柏崎刈羽から東京の皆さんへのメッセージ(転載)

東京の皆様へ
 私たちは、柏崎市刈羽村の住民です。当地は世界最大級の原子力発電所を抱えており、その電気はすべて関東に送られ東京電力管内で使用されております。私たちは22年前の原子力発電所運転開始以来、いつか原子力発電所が取り返しのつかない大災害をもたらすのではないかと、日々不安の中で暮らしてきました。
 7月16日の中越沖地震はこの原子力発電所と私たちの街を直撃しました。地震の恐怖とともに原発事故による放射能汚染の不安が私たちを襲いました。倒れかけた家から這い出した市民村民は、まず、原発は大丈夫かと心配しました。煙をあげ、少量の放射性ヨウ素が放出されましたが、原発の中で何が起こっているのか、知るすべはありませんでした。あとになって3000か所もの損傷等が見つかり、内部が相当傷んでいた、まさに危機一髪だったことを知りました。
 地震で原発が止まり、関東では、この夏停電するかもしれないという事になりました。5年前にも不祥事で原発が全部止まりましたが、このときは冷夏に助けられて東京の電力危機は、回避されたと伝えられました。今年はまれに見る暑い夏でしたが、東京の電気は止まりませんでした。節電に努力された方もあったでしょう。でも、根本的には、夜でも昼のように明るい東京に変化はなく、社会のあり方が大きく変わった訳でもなかったようです。そうであれば、今回のことで、柏崎刈羽の原発がなくても、何とかやっていけることが明らかになったような気がします。
 私たちも、電気のない生活に戻ろうなどという気はありません。現代社会で電気が必要なことは明らかです。温暖化対策も必要でしょう。しかし、エネルギー効率が悪く、余った熱を海に捨て海水の温度を上げ、出力を調整出来ないため結局は、夜間の余剰電気を消費するためにオール電化などで電力需要を増やし、省エネと逆行している原発が本当に環境に優しいのでしょうか?
 大量の電気を使って、地方に放射能汚染の恐怖をしわ寄せし、のちの世代に放射性廃棄物の管理処理を押し付けることになっても、大量の電気を使わなければ日本人の生活は成り立たないのでしょうか?ほんの少し生活のやり方を変えれば、エネルギー供給の仕方を変えれば、原子力なしで十分にやっていけるのではないかと思います。そのほんの少しの贅沢のために、決断がなされないために、原発立地点の住民は数十年にわたって日々放射能の恐怖と事故の不安の中で暮らしています。そして、この不安が現実となったときには、東京の皆さんも同じ被害者となります。

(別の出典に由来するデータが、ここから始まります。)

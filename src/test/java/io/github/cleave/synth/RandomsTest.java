package io.github.cleave.synth;

import static org.assertj.core.api.Assertions.assertThat;
import static org.assertj.core.api.Assertions.within;

import java.util.SplittableRandom;
import org.junit.jupiter.api.Test;

class RandomsTest {

  @Test
  void poissonHasMeanEqualToVarianceOnBothBranches() {
    // A Poisson variable's mean and variance both equal its parameter (any probability handbook).
    SplittableRandom random = new SplittableRandom(17);
    for (double lambda : new double[] {0.5, 3, 9.9, 10, 50, 400, 5000}) {
      int n = 40000;
      double sum = 0;
      double sumSq = 0;
      for (int i = 0; i < n; i++) {
        int k = Randoms.poisson(random, lambda);
        assertThat(k).isNotNegative();
        sum += k;
        sumSq += (double) k * k;
      }
      double mean = sum / n;
      double var = sumSq / n - mean * mean;
      // tolerance: 5 standard errors of the mean, and 5 % for the variance
      assertThat(mean)
          .as("mean at %s", lambda)
          .isCloseTo(lambda, within(5 * Math.sqrt(lambda / n)));
      assertThat(var / lambda).as("variance at %s", lambda).isCloseTo(1.0, within(0.05));
    }
  }

  @Test
  void logFactorialMatchesTheExactSumPastTheSwitch() {
    double exact = 0;
    for (int k = 2; k <= 60; k++) {
      exact += Math.log(k);
      assertThat(Randoms.logFactorial(k)).as("ln %d!", k).isCloseTo(exact, within(1e-9 * exact));
    }
  }
}
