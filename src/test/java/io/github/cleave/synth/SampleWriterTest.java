package io.github.cleave.synth;

import static org.assertj.core.api.Assertions.assertThat;
import static org.assertj.core.api.Assertions.within;

import ij.IJ;
import ij.ImagePlus;
import ij.measure.Calibration;
import ij.process.ImageProcessor;
import io.github.cleave.image.PixelKind;
import io.github.cleave.image.Raster;
import java.io.IOException;
import java.nio.file.Files;
import java.nio.file.Path;
import java.util.stream.Stream;
import org.junit.jupiter.api.Test;
import org.junit.jupiter.api.io.TempDir;

class SampleWriterTest {

  @Test
  void filesReadBackWithTheSamePixelsCalibrationChannelsAndPlanes(@TempDir Path dir)
      throws IOException {
    long total = 0;
    for (Phantom p : SamplePhantoms.all(SamplePhantoms.DEFAULT_SEED)) {
      SampleWriter.write(p, dir, p.name());
      Raster r = p.image();
      ImagePlus image = IJ.openImage(dir.resolve(p.name() + ".tif").toString());
      assertThat(image).as(p.name()).isNotNull();
      assertThat(image.getWidth()).isEqualTo(r.width());
      assertThat(image.getHeight()).isEqualTo(r.height());
      assertThat(image.getNSlices()).isEqualTo(r.depth());
      assertThat(image.getNFrames()).isEqualTo(1);
      Calibration cal = image.getCalibration();
      assertThat(cal.pixelWidth).isCloseTo(r.voxelSize().x(), within(1e-6));
      assertThat(cal.pixelHeight).isCloseTo(r.voxelSize().y(), within(1e-6));
      assertThat(cal.pixelDepth).isCloseTo(r.voxelSize().z(), within(1e-6));
      assertThat(cal.getUnit()).isEqualTo("\u00b5m");
      if (r.kind() == PixelKind.RGB) {
        assertThat(image.getBitDepth()).isEqualTo(24);
        int[] rgb = (int[]) image.getProcessor().getPixels();
        for (int i = 0; i < rgb.length; i++) {
          assertThat((rgb[i] >> 16) & 0xff).isEqualTo((int) r.channel(0)[i]);
          assertThat((rgb[i] >> 8) & 0xff).isEqualTo((int) r.channel(1)[i]);
          assertThat(rgb[i] & 0xff).isEqualTo((int) r.channel(2)[i]);
        }
      } else {
        assertThat(image.getBitDepth()).isEqualTo(16);
        assertThat(image.getNChannels()).isEqualTo(r.channelCount());
        for (int c = 0; c < r.channelCount(); c++) {
          for (int z = 0; z < r.depth(); z++) {
            ImageProcessor ip = image.getStack().getProcessor(image.getStackIndex(c + 1, z + 1, 1));
            short[] plane = (short[]) ip.getPixels();
            for (int i = 0; i < plane.length; i++) {
              assertThat(plane[i] & 0xffff)
                  .isEqualTo((int) r.channel(c)[i + r.width() * r.height() * z]);
            }
          }
        }
      }
      checkBytes(dir.resolve(p.name() + ".seeds.tif"), p.seeds().labels(), r, 1);
      checkBytes(dir.resolve(p.name() + ".truth.tif"), p.truth(), r, 255);
      for (String suffix : new String[] {".tif", ".seeds.tif", ".truth.tif"}) {
        total += Files.size(dir.resolve(p.name() + suffix));
      }
    }
    // the four samples together stay small enough to bundle
    assertThat(total).isLessThan(5L << 20);
    try (Stream<Path> files = Files.list(dir)) {
      assertThat(files.filter(f -> f.getFileName().toString().endsWith(".part"))).isEmpty();
    }
  }

  private static void checkBytes(Path file, byte[] expected, Raster r, int scale) {
    ImagePlus imp = IJ.openImage(file.toString());
    assertThat(imp.getBitDepth()).isEqualTo(8);
    assertThat(imp.getStackSize()).isEqualTo(r.depth());
    assertThat(imp.getCalibration().pixelWidth).isCloseTo(r.voxelSize().x(), within(1e-6));
    int n = r.width() * r.height();
    for (int z = 0; z < r.depth(); z++) {
      byte[] plane = (byte[]) imp.getStack().getProcessor(z + 1).getPixels();
      for (int i = 0; i < n; i++) {
        int want =
            (expected[i + n * z] & 0xff) == 0 ? 0 : (scale == 1 ? expected[i + n * z] : scale);
        assertThat(plane[i] & 0xff).isEqualTo(want);
      }
    }
  }
}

 今、私たちは新たな不安を感じています。それは、地盤が沈下し、万が一の想定の数倍にもなるゆれに襲われ、建屋が傾き、制御棒が抜けなくなって、目に見えないひずみを抱えているであろう原発をまた動かそうとしているということです。東京電力や国は大きな地震は起こらないという前提で柏崎刈羽原発を設置し運転してきました。私たちが、断層があって地震が起こる、その時どうするのかと述べても、そのような地震は絶対に起こらない。だから建設するのだという答えでした。いま、その大前提が崩れました。大きな地震は起きないという前提が崩れた以上、運転再開はあり得ません。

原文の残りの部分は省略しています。